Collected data

"""Coupling constraints for the ranking engine: current imbalance and victim voltage.

Each factory returns a callable ``constraint(layout) -> ConstraintFigure`` on a
:class:`~trayadvisor.model.Layout` with the arrangement's positions applied. Everything that
does not depend on positions (groups, R', GMR, currents, victims) is computed once per layout
*structure* and cached, so a call costs one small batched solve (imbalance) or one
victims × sources kernel (voltage).

``constraint.key`` names the figure (``"imbalance_pct"``, ``"induced_mV_per_m"``) for
columns and JSON; ``constraint.limit`` is the bound. Without building new Layouts,
``constraint.value_xy(layout, xy_m)`` evaluates positions given as an (n, 2) array in metres
(layout conductor order), and ``constraint.values_batch(layout, xy_m)`` a whole batch
(B, n, 2) in one vectorised call, returning the worst figure of each arrangement.
"""

from __future__ import annotations

import math
from dataclasses import dataclass

import numpy as np

from trayadvisor.coupling.induced import induced_loss_w_per_m
from trayadvisor.coupling.system import (
    DEFAULT_TEMPERATURE_C,
    SharingPlan,
    check_current_model,
    group_imbalance_pct,
    plate_sources,
    sharing_plan,
    solve_parts,
    solve_plan,
)
from trayadvisor.coupling.victims import EmfPlan, emf_phasors, emf_plan
from trayadvisor.engine import Reaction
from trayadvisor.engine.units import MM, MV
from trayadvisor.model import Layout

_CACHE_SIZE = 8


@dataclass(frozen=True)
class ConstraintFigure:
    """One constraint's figure for one arrangement."""

    key: str  # "imbalance_pct" or "induced_mV_per_m"
    value: float  # worst group / worst victim
    limit: float
    passes: bool  # value <= limit
    worst: str  # which group ("F1 L1") or victim circuit; "" when there is none


def _signature(layout: Layout) -> tuple:
    """Everything of a layout except conductor positions."""
    return (layout.frequency_hz, layout.circuits,
            tuple((c.name, c.circuit, c.phase, c.diameter_mm, c.area_mm2, c.material,
                   c.current_a, c.angle_deg) for c in layout.conductors))


def positions_m(layout: Layout) -> np.ndarray:
    """Conductor centres of a layout, (n, 2) float, m."""
    return np.array([[c.x_mm, c.y_mm] for c in layout.conductors], float).reshape(-1, 2) * MM


class _PlanCache:
    """Keeps a few position-independent plans keyed by layout structure (picklable)."""

    key = ""
    limit = 0.0

    def __init__(self) -> None:
        self._plans: dict[tuple, object] = {}

    def _build(self, layout: Layout) -> object:
        raise NotImplementedError

    def _plan(self, layout: Layout) -> object:
        sig = _signature(layout)
        plan = self._plans.get(sig)
        if plan is None:
            if len(self._plans) >= _CACHE_SIZE:
                self._plans.pop(next(iter(self._plans)))
            plan = self._plans[sig] = self._build(layout)
        return plan

    def __getstate__(self) -> dict:
        return {k: v for k, v in self.__dict__.items() if k != "_plans"}

    def __setstate__(self, state: dict) -> None:
        self.__dict__.update(state)
        self._plans = {}

    def items(self, layout: Layout, xy_m: np.ndarray) -> tuple[np.ndarray, tuple[str, ...]]:
        """Figure of every group/victim, (..., K), and their labels (K,)."""
        raise NotImplementedError

    def value_xy(self, layout: Layout, xy_m: np.ndarray) -> tuple[float, str]:
        """(worst figure, which group/victim) for centres ``xy_m`` (n, 2) m; a group without
        a figure (NaN: its total is zero) is passed over."""
        vals, labels = self.items(layout, xy_m)
        if not labels or np.all(np.isnan(vals)):
            return 0.0, ""
        k = int(np.nanargmax(vals))
        return float(vals[k]), labels[k]

    def values_batch(self, layout: Layout, xy_m: np.ndarray) -> np.ndarray:
        """Worst figure of each arrangement of a batch, (B,) float, for ``xy_m`` (B, n, 2) m.

        One vectorised evaluation for the whole batch; ``values_batch(...) <= limit`` is
        the pass mask.
        """
        vals, labels = self.items(layout, xy_m)
        if not labels:
            return np.zeros(np.shape(xy_m)[:-2])
        return np.nan_to_num(np.fmax.reduce(vals, axis=-1), nan=0.0)

    def __call__(self, layout: Layout) -> ConstraintFigure:
        value, worst = self.value_xy(layout, positions_m(layout))
        return ConstraintFigure(self.key, value, self.limit, value <= self.limit, worst)


class ImbalanceConstraint(_PlanCache):
    """Largest current imbalance of any parallel group must stay at or below ``limit`` %."""

    key = "imbalance_pct"

    def __init__(self, max_pct: float, temperature_c: float = DEFAULT_TEMPERATURE_C) -> None:
        super().__init__()
        self.limit = float(max_pct)
        self.temperature_c = float(temperature_c)

    def _build(self, layout: Layout) -> SharingPlan:
        return sharing_plan(layout, self.temperature_c)

    def items(self, layout: Layout, xy_m: np.ndarray) -> tuple[np.ndarray, tuple[str, ...]]:
        """Imbalance % of every parallel group, (..., G), and the groups ("F1 L1")."""
        plan: SharingPlan = self._plan(layout)  # type: ignore[assignment]
        par = [k for k, g in enumerate(plan.groups) if g.kind == "parallel"]
        labels = tuple(f"{plan.groups[k].circuit} {plan.groups[k].phase}" for k in par)
        if not labels:
            return np.zeros((*np.shape(xy_m)[:-2], 0)), labels
        return group_imbalance_pct(plan, solve_parts(plan, xy_m)[0])[..., par], labels


class InducedLossFigure(_PlanCache):
    """The loss in screens bonded at both ends and in passive loops, W/m (a figure each
    ranked option carries; ``limit`` inf unless a maximum is wanted)."""

    key = "induced_loss_w_per_m"

    def __init__(self, max_w_per_m: float = math.inf,
                 temperature_c: float = DEFAULT_TEMPERATURE_C) -> None:
        super().__init__()
        self.limit = float(max_w_per_m)
        self.temperature_c = float(temperature_c)

    def _build(self, layout: Layout) -> SharingPlan:
        return sharing_plan(layout, self.temperature_c)

    def items(self, layout: Layout, xy_m: np.ndarray) -> tuple[np.ndarray, tuple[str, ...]]:
        """The total loss, (..., 1), labelled "screens and loops"."""
        plan: SharingPlan = self._plan(layout)  # type: ignore[assignment]
        if not plan.induced:
            return np.zeros((*np.shape(xy_m)[:-2], 0)), ()
        cores, screens = solve_parts(plan, xy_m)
        return induced_loss_w_per_m(plan, cores, screens)[..., None], ("screens and loops",)


@dataclass(frozen=True)
class _EmfSetup:
    plan: EmfPlan
    omega: np.ndarray  # (H,)
    currents: np.ndarray  # (H, n) equal shares
    sharing: SharingPlan | None
    reaction: Reaction | None = None  # plates nearby


class InducedVoltageConstraint(_PlanCache):
    """Largest victim EMF (mV/m, RMS over harmonics) must stay at or below ``limit``."""

    key = "induced_mV_per_m"

    def __init__(self, max_mv_per_m: float, currents: str = "solved",
                 temperature_c: float = DEFAULT_TEMPERATURE_C) -> None:
        super().__init__()
        self.limit = float(max_mv_per_m)
        self.currents = check_current_model(currents)
        self.temperature_c = float(temperature_c)

    def _build(self, layout: Layout) -> _EmfSetup:
        src = plate_sources(layout)
        shp = sharing_plan(layout, self.temperature_c) if self.currents == "solved" else None
        return _EmfSetup(emf_plan(layout), 2.0 * np.pi * src.frequency_hz, src.currents, shp,
                         src.reaction)

    def items(self, layout: Layout, xy_m: np.ndarray) -> tuple[np.ndarray, tuple[str, ...]]:
        """EMF (mV/m, RMS over harmonics) of every victim, (..., V), and the victims."""
        st: _EmfSetup = self._plan(layout)  # type: ignore[assignment]
        if not st.plan.victims:
            return np.zeros((*np.shape(xy_m)[:-2], 0)), ()
        xy = np.asarray(xy_m, dtype=float)
        cur = st.currents if st.sharing is None else solve_plan(st.sharing, xy)
        emf, _ = emf_phasors(st.plan, xy, cur, st.omega, reaction=st.reaction)
        return np.sqrt(np.sum(np.abs(emf) ** 2, axis=-2)) * MV, st.plan.victims


def imbalance_constraint(max_pct: float,
                         temperature_c: float = DEFAULT_TEMPERATURE_C) -> ImbalanceConstraint:
    """Constraint: every parallel group's imbalance ≤ ``max_pct`` % (solved sharing).

    Imbalance = (max |I| − min |I|) / mean |I| × 100 within a group, at the fundamental
    (DC for dc circuits); see :func:`trayadvisor.coupling.sharing.solve_sharing`.
    """
    return ImbalanceConstraint(max_pct, temperature_c)


def induced_loss_figure(temperature_c: float = DEFAULT_TEMPERATURE_C) -> InducedLossFigure:
    """Figure (no limit): the loss in screens bonded at both ends and in passive loops of
    each arrangement, W/m (:mod:`trayadvisor.coupling.induced`)."""
    return InducedLossFigure(math.inf, temperature_c)


def induced_voltage_constraint(max_mV_per_m: float, currents: str = "solved",  # noqa: N803
                               temperature_c: float = DEFAULT_TEMPERATURE_C,
                               ) -> InducedVoltageConstraint:
    """Constraint: every victim loop's EMF ≤ ``max_mV_per_m`` (RMS over harmonics).

    ``currents="solved"`` (the default) computes the EMF with the solved sharing currents,
    ``"equal"`` with equal shares; see :func:`trayadvisor.coupling.victims.induced_emf`.
    """
    return InducedVoltageConstraint(max_mV_per_m, currents, temperature_c)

## Problem to work on
Starting at the line above that holds "from trayadvisor.engine import Reaction" and ending at the line that holds "def _signature(layout: Layout)", transcribe each line exactly and include no other lines.

## Exercise result
from trayadvisor.engine import Reaction
from trayadvisor.engine.units import MM, MV
from trayadvisor.model import Layout

_CACHE_SIZE = 8


@dataclass(frozen=True)
class ConstraintFigure:
    """One constraint's figure for one arrangement."""

    key: str  # "imbalance_pct" or "induced_mV_per_m"
    value: float  # worst group / worst victim
    limit: float
    passes: bool  # value <= limit
    worst: str  # which group ("F1 L1") or victim circuit; "" when there is none


def _signature(layout: Layout) -> tuple:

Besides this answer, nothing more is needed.